Vision models and audio models have both improved rapidly, but multimodal LLMs still struggle with first-person video that requires understanding both. I think this is a major bottleneck in egocentric AI, and it’s a data problem more than an architecture problem.

First-Person Video is an Audio Problem

Third-person video is forgiving: stable camera, framed scene, subject in view. First-person video breaks those assumptions. The camera moves constantly, hands occlude the scene, and the person whose actions matter most is never visible. A knife hitting a cutting board when the hands are out of frame, a door closing off-screen, a conversation that explains why the person just changed tasks: in egocentric video, audio routinely carries context that vision misses.

Most multimodal LLMs bias heavily toward visual signals in egocentric settings because that’s what the training data rewards. Existing egocentric datasets lack text labels that coherently capture both modalities together. Narrations describe what’s visible, not what’s audible. So models learn to neglect audio cues. A vision-only model can identify objects on a counter but can’t tell that the pan is sizzling. It misses the verbal instruction that triggered a task switch. It has no way to detect an off-screen doorbell or timer.

Fix the Data, Fix the Model

EgoAVU builds a data generation pipeline that links audio and visual context during annotation. Cross-modal correlation modeling enriches narrations with joint audio-visual information, so the training signal has both modalities entangled from the start rather than fused at inference.

The resulting dataset, EgoAVU-Instruct, has 3 million samples. Fine-tuning multimodal LLMs on it yields up to 113% improvement on the EgoAVU benchmark and transfers to other egocentric benchmarks: up to 28% relative improvement on EgoTempo and EgoIllusion without being trained on them. The architectures didn’t change; the data did.

SLAP shows the same pattern on the audio side. It scales language-audio pretraining to 109 million audio-text pairs, up from a few million in prior CLAP-style models, while supporting variable-duration audio and combining contrastive, self-supervised, and captioning objectives in a single stage. State-of-the-art on audio-text retrieval and zero-shot classification.

Beyond Data: Temporal Alignment, Modality Trust, and On-Device Cost

EgoAVU and SLAP each solve part of the problem: better audio-visual data, better audio representations. But data is only the first bottleneck.

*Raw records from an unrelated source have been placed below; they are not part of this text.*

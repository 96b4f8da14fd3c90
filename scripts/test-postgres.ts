/**
 * The server suite on PostgreSQL: starts a private server (Debian's binaries, data folder
 * `.tmp/postgres`, a free local port; see `postgres-server.ts`), runs vitest's server suite with
 * `DATABASE_URL` pointing at it (each test file then gets databases of its own: test/support/test-db.ts),
 * and stops the server. Extra arguments go to vitest (a file, `-t name`, reporters).
 *
 *   npx tsx scripts/test-postgres.ts [vitest args…]
 */
import { spawn } from 'node:child_process';
import path from 'node:path';
import { startPostgres } from './postgres-server';

const server = await startPostgres(path.resolve('.tmp/postgres'));
console.log(`[test-postgres] PostgreSQL on 127.0.0.1:${server.port}`);
let code = 1;
try {
  code = await new Promise<number>((resolve) => {
    const child = spawn('npx', ['vitest', 'run', '--config', 'vitest.server.config.ts', ...process.argv.slice(2)], {
      stdio: 'inherit',
      env: { ...process.env, DATABASE_URL: server.url },
    });
    child.on('close', (c) => resolve(c ?? 1));
  });
} finally {
  server.stop();
}
process.exit(code);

Audio and visual events don’t always coincide: a microwave beep precedes the door opening by several seconds, a notification sound triggers a head turn a moment later. Models need to learn these causal and temporal relationships, not just co-occurrence within the same clip. And even when events are aligned, which modality to trust depends on context. In a noisy kitchen, audio may be unreliable for identifying specific actions, but in a quiet office, a keyboard click is more informative than a static frame of someone at a desk. Current fusion approaches are mostly context-blind.

These problems get harder on-device. Egocentric applications like AR glasses are latency-sensitive and power-constrained. Processing both audio and video streams in real time is a systems challenge on top of the modeling one, and the fusion layer can’t be an expensive addition on top of already-heavy encoders.

The vision-language and audio-language stacks are each maturing independently. Joint audio-visual understanding that works on real hardware at real-time latency is the harder, less explored problem.